- Your objective -
Using the data that follows, return exactly the lines from the one that contains "chain.push(next);" through the one that contains "element, on either side. */", ends included.

Stored data:

:::::

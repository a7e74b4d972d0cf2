// Which elements meet at which node, counting only terminals that carry DC current:
// a capacitor is open at DC, a controlled source's sensing pins and a MOSFET's gate
// draw nothing. Rules use it to find a diode's series resistor, its parallel partners,
// an inductor it freewheels, and the part of the circuit an unmodeled element touches.
import { GROUND, type Circuit, type Element, type Resistor, type VoltageSource } from '../netlist/circuit.js';

export interface Topology {
  /** Node → elements with a current-carrying terminal on it. */
  connections: Map<string, Element[]>;
  /**
   * Nodes held at a fixed voltage (supply rails), ground included: those an ideal voltage
   * source ties to ground, or to another rail (a stacked supply, an ammeter in a supply lead).
   */
  rails: Set<string>;
  /** Each inductor with the end nodes of its series chain, for freewheel detection. */
  inductorSpans: { coil: Element; ends: [string, string] }[];
}

/** The terminals of an element that carry DC current. */
export function currentNodes(element: Element): string[] {
  switch (element.type) {
    case 'C':
    case 'K':
      return [];
    case 'E':
    case 'G':
    case 'S':
      return element.nodes.slice(0, 2);
    case 'Q':
      return element.nodes.slice(0, 3);
    case 'M':
      return [element.nodes[0]!, element.nodes[2]!];
    default:
      return element.nodes;
  }
}

export function buildTopology(circuit: Circuit): Topology {
  const connections = new Map<string, Element[]>();
  for (const element of circuit.elements) {
    for (const node of new Set(currentNodes(element))) {
      const list = connections.get(node) ?? [];
      list.push(element);
      connections.set(node, list);
    }
  }
  const rails = railsOf(circuit.elements);
  return { connections, rails, inductorSpans: inductorSpans(connections, rails, circuit.elements) };
}

/** Ground and every node that a chain of ideal voltage sources ties to it. */
function railsOf(elements: readonly Element[]): Set<string> {
  const sourcesAt = new Map<string, Element[]>();
  for (const element of elements) {
    if (element.type !== 'V') continue;
    for (const node of element.nodes) {
      const list = sourcesAt.get(node);
      if (list) list.push(element);
      else sourcesAt.set(node, [element]);
    }
  }
  const rails = new Set<string>([GROUND]);
  const stack = [GROUND];
  while (stack.length > 0) {
    const node = stack.pop()!;
    for (const source of sourcesAt.get(node) ?? []) {
      for (const other of source.nodes) {
        if (rails.has(other)) continue;
        rails.add(other);
        stack.push(other);
      }
    }
  }
  return rails;
}

/** A 0 V source with no time behaviour: an ammeter, which at DC is a wire. */
export function isAmmeter(element: Element): element is VoltageSource {
  return element.type === 'V' && element.dc === 0 && element.waveform === undefined;
}

/**
 * The elements joined at `node` other than `except`, looking through ammeters (a current
 * probe drawn in a lead joins what hangs on its far side to this node), each with the node
 * it is attached at.
 */
export function joinedAt(topology: Topology, node: string, except: Element): { element: Element; node: string }[] {
  const joined: { element: Element; node: string }[] = [];
  const seen = new Set<Element>([except]);
  const visit = (at: string): void => {
    for (const element of topology.connections.get(at) ?? []) {
      if (seen.has(element)) continue;
      seen.add(element);
      if (isAmmeter(element)) {
        const far = otherNode(element, at);
        if (far !== undefined && far !== at) visit(far);
      } else joined.push({ element, node: at });
    }
  };
  visit(node);
  return joined;
}

/** The other current-carrying terminal of a two-terminal path (a MOSFET's source for its drain, not its gate). */
export const otherNode = (element: Element, node: string): string | undefined => {
  const [first, second] = currentNodes(element);
  return first === node ? second : first;
};

/**
 * Walks from `start` away from `from` while each node on the way is a plain series
 * junction (exactly two current-carrying elements, neither end a rail), and returns the
 * two-terminal elements passed. The chain is what carries the same current as `from`.
 */
export function seriesChain(topology: Topology, from: Element, start: string): Element[] {
  const chain: Element[] = [];
  let node = start;
  let previous = from;
  const visited = new Set<string>();
  while (!topology.rails.has(node) && !visited.has(node)) {
    visited.add(node);
    const others = (topology.connections.get(node) ?? []).filter((element) => element !== previous);
    if (others.length !== 1) break;
    const next = others[0]!;
    if (currentNodes(next).length !== 2) break;
    chain.push(next);
    const after = otherNode(next, node);
    if (after === undefined) break;
    previous = next;
    node = after;
  }
  return chain;
}

/** The resistors in series with an element, on either side. */
export function seriesResistors(topology: Topology, element: Element): Resistor[] {
  const found: Resistor[] = [];
  for (const node of element.nodes.slice(0, 2)) {
    for (const each of seriesChain(topology, element, node)) if (each.type === 'R') found.push(each);
  }
  return found;
}

/**
 * The inductor that bridges the element, alone or with what is in series with it (a snubber
 * resistor), the coil alone or in a series chain (with its winding resistance): the freewheel
 * position. Undefined when there is none.
 */
export function inductorBridging(topology: Topology, element: Element): Element | undefined {
  const candidates = [chainEnds(topology, element), element.nodes.slice(0, 2) as [string, string]];
  for (const [first, second] of candidates) {
    const found = topology.inductorSpans.find(({ ends }) => (ends[0] === first && ends[1] === second) || (ends[0] === second && ends[1] === first));
    if (found) return found.coil;
  }
  return undefined;
}

export function bridgesInductor(topology: Topology, element: Element): boolean {
  return inductorBridging(topology, element) !== undefined;
}

/** The two end nodes of a series chain of two-terminal parts, and the parts on it. */
export interface SeriesString {
  /** The parts in series, the element itself included, in the order met from its anode side. */
  parts: Element[];
  /** The node at each end of the chain (a rail, or a junction of more than two parts). */
  ends: [string, string];
}

/** The element with whatever is in series with it on either side (two-terminal parts only). */
export function seriesString(topology: Topology, element: Element): SeriesString {
  const sides = element.nodes.slice(0, 2).map((node) => {
    const chain = seriesChain(topology, element, node);
    let end = node;
    for (const part of chain) end = otherNode(part, end) ?? end;
    return { chain, end };
  });
  const [anodeSide, cathodeSide] = sides as [(typeof sides)[0], (typeof sides)[0]];
  return { parts: [...[...anodeSide.chain].reverse(), element, ...cathodeSide.chain], ends: [anodeSide.end, cathodeSide.end] };
}

/** The two end nodes of an element's series chain: the element with whatever is in series with it on either side. */
function chainEnds(topology: Topology, element: Element): [string, string] {
  return seriesString(topology, element).ends;
}

/** The two end nodes of each inductor's series chain (the coil with whatever is in series with it). */
function inductorSpans(connections: Map<string, Element[]>, rails: Set<string>, elements: readonly Element[]): Topology['inductorSpans'] {
  const partial: Topology = { connections, rails, inductorSpans: [] };
  return elements.filter((element) => element.type === 'L').map((coil) => ({ coil, ends: chainEnds(partial, coil) }));
}

/**
 * Nodes reachable from `start` through current-carrying elements, stopping at supply
 * rails and ground (an ideal source holds a rail whatever hangs on it).
 */
export function nodesWithinRails(topology: Topology, start: string): Set<string> {
  const seen = new Set<string>();
  const stack = [start];
  while (stack.length > 0) {
    const node = stack.pop()!;
    if (seen.has(node) || topology.rails.has(node)) continue;
    seen.add(node);
    for (const element of topology.connections.get(node) ?? []) for (const next of element.nodes) if (!seen.has(next)) stack.push(next);
  }
  return seen;
}

/**
 * The resistors that feed a zener conducting in reverse at one operating point: those at its
 * cathode that bring current in, and those at its anode that take it away, with the resistors
 * strictly in series with it. A load resistor across the zener is not among them.
 */
export function feedResistors(topology: Topology, diode: Element, nodes: Readonly<Record<string, number>>): Resistor[] {
  const [anode, cathode] = diode.nodes as [string, string];
  const found = new Set<Resistor>(seriesResistors(topology, diode));
  const voltage = (node: string) => nodes[node] ?? 0;
  for (const [node, direction] of [[cathode, 1], [anode, -1]] as const) {
    if (topology.rails.has(node)) continue;
    for (const element of topology.connections.get(node) ?? []) {
      if (element.type !== 'R') continue;
      const other = otherNode(element, node);
      if (other !== undefined && direction * (voltage(other) - voltage(node)) > 0) found.add(element);
    }
  }
  return [...found];
}

/**
 * The far end of a resistive path: from `node` across `resistor`, then on through whatever is
 * in series with it, as long as that is resistors or 0 V sources (ammeters). Undefined when
 * anything else is on the way.
 */
export function resistivePathEnd(topology: Topology, resistor: Resistor, node: string): { end: string; resistors: Resistor[] } | undefined {
  let end = otherNode(resistor, node);
  if (end === undefined) return undefined;
  const resistors = [resistor];
  for (const next of seriesChain(topology, resistor, end)) {
    if (next.type === 'R') resistors.push(next);
    else if (!isAmmeter(next)) return undefined;
    end = otherNode(next, end);
    if (end === undefined) return undefined;
  }
  return { end, resistors };
}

:::::

- Exercise output -
    chain.push(next);
    const after = otherNode(next, node);
    if (after === undefined) break;
    previous = next;
    node = after;
  }
  return chain;
}

/** The resistors in series with an element, on either side. */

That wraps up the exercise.